Jay Goldberg, Analyst

That's very helpful. And so I guess just last question, CJ, can you give us an update on your software in-sourcing, how that's progressing? Maybe tease a little bit about what we're going to see at the Analyst Day on the software front.

Charles J. Prober, CEO

Yes, it's a major priority for us, as mentioned earlier. We've made significant progress by completing the VAAG acqui-hire, which has really accelerated our efforts in Chennai. We've brought on about 60 engineers who are focused on home networking, mobile applications, and cloud services. Our team in Cork is being led by an excellent leader who is assembling a strong team. Additionally, other departments are also expanding their teams in Richmond, Vancouver, and Taipei. Everything is progressing well.
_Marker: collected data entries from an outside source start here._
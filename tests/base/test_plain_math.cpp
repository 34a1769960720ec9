#include <catch2/catch.hpp>

#include <cmath>
#include <limits>

#include "cullcast/base/plain_math.hpp"

// Reference: glibc's libm (std::log, std::sin, std::cos), correctly rounded
// or within 1 ulp for these functions on x86-64 (glibc manual, "Errors in
// Math Functions").

TEST_CASE("plain_log matches libm over the uniforms Box-Muller sees and beyond") {
  double worst = 0;
  // Uniforms in (0, 1) down to the smallest the generator makes (2^-54), then
  // a sweep over many binades on both sides of 1.
  for (int e = -54; e <= 0; ++e) {
    for (int k = 0; k < 997; ++k) {
      const double x = std::ldexp(1.0 + k / 997.0, e - 1);
      if (x >= 1.0) continue;
      const double err = std::fabs(cullcast::plain_log(x) - std::log(x)) / std::fabs(std::log(x));
      worst = std::max(worst, err);
    }
  }
  for (double x : {1e-300, 1e-30, 0.1, 0.5, 0.7071067811865476, 1.4142135623730951, 2.0, 3.0, 10.0, 1e30, 1e300}) {
    const double ref = std::log(x);
    const double err = std::fabs(cullcast::plain_log(x) - ref) / std::fabs(ref);
    worst = std::max(worst, err);
  }
  INFO("worst relative error " << worst);
  CHECK(worst < 4 * std::numeric_limits<double>::epsilon());
  // Near 1 the relative error of the result is what matters to Box-Muller's
  // radius sqrt(-2 ln u); check the absolute error there.
  for (double x : {1.0 - 1e-15, 1.0 - 1e-9, 1.0 - 1e-4, 0.999}) {
    CHECK(std::fabs(cullcast::plain_log(x) - std::log(x)) < 1e-18 + 2e-16 * std::fabs(std::log(x)));
  }
  CHECK(cullcast::plain_log(1.0) == 0.0);
}

TEST_CASE("plain_sincos_turns matches libm on a whole turn") {
  constexpr double kTwoPi = 6.283185307179586476925;
  double worst = 0;
  for (int k = 0; k <= 200000; ++k) {
    const double u = k / 200000.0;
    double s, c;
    cullcast::plain_sincos_turns(u, s, c);
    worst = std::max({worst, std::fabs(s - std::sin(kTwoPi * u)), std::fabs(c - std::cos(kTwoPi * u))});
  }
  INFO("worst absolute error " << worst);
  // The argument 2πu itself is rounded (about 4e-16 near u = 1), so compare
  // at a few ulp of 1.
  CHECK(worst < 1e-15);
  double s, c;
  cullcast::plain_sincos_turns(0.25, s, c);
  CHECK(s == 1.0);
  CHECK(std::fabs(c) < 1e-300);
  cullcast::plain_sincos_turns(0.0, s, c);
  CHECK(s == 0.0);
  CHECK(c == 1.0);
}
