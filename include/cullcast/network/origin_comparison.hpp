#pragma once
// Two answers to "where did the larvae settling on this reef come from?",
// side by side: the connectivity matrix's Bayes attribution
// (source_attribution.hpp) and the backward drift's origin density
// (backward_origins.csv of the drift stage). They answer slightly different
// questions (the matrix: released larvae of the modelled spawning nights; the
// backward run: any spawning time, adjoint diffusion), so agreement is a
// check on both, not an identity. Summary measures: the total variation
// distance ½·Σ|p_i − q_i| (0 = same shares, 1 = disjoint) and how many of the
// top five origins both name.
#include <filesystem>
#include <string>
#include <vector>

#include "cullcast/network/source_attribution.hpp"

namespace cullcast::network {

struct BackwardOrigin {
  std::string reef_id;
  double share = 0;  // of the backward origin weight, sums to 1
};

// Reads backward_origins.csv (docs/formats.md); InputError naming the file
// and line when malformed.
std::vector<BackwardOrigin> read_backward_origins(const std::filesystem::path& path);

struct OriginPair {
  std::string origin_id;
  double matrix_share = 0;                 // 0 when the matrix has no larvae from it
  double matrix_event_min = 0, matrix_event_max = 0;
  double backward_share = 0;               // 0 when the backward run found none
};

struct OriginComparison {
  std::string sink_id;
  std::vector<OriginPair> origins;  // union of both lists, by the larger share, largest first
  double total_variation = 0;       // ½·Σ|matrix − backward|
  int top5_shared = 0;              // origins in both top-five lists
};

OriginComparison compare_origins(const Connectivity& c, const Attribution& matrix,
                                 const std::vector<BackwardOrigin>& backward);

// origins_compared.csv: sink_reef_id, origin_id, matrix_share, matrix_event_min,
// matrix_event_max, backward_share; then '#' lines with the summary measures.
void write_origin_comparison_csv(const std::filesystem::path& path, const OriginComparison& comparison);

}  // namespace cullcast::network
The remarkable aspect of this in-sourcing is that it improves product quality and accelerates execution, resulting in significant benefits for customers, all while maintaining similar costs. We're reducing our reliance on contractors who lack the motivation to embrace automation and AI like we are internally. This is proving to be a substantial advantage for us, and we're very excited about the new team members we've recently onboarded. And if I didn't mention it earlier, thank you for joining the call. It's great to have you.

Operator, Operator

And everyone, at this time, there are no further questions. I'd like to hand the call back to Mr. CJ Prober for any additional or closing remarks.

Charles J. Prober, CEO

Just a quick shout out to the Global NETGEAR team. Thanks for delivering on another great quarter.

Operator, Operator

And once again, ladies and gentlemen, that does conclude today's conference. You may now disconnect.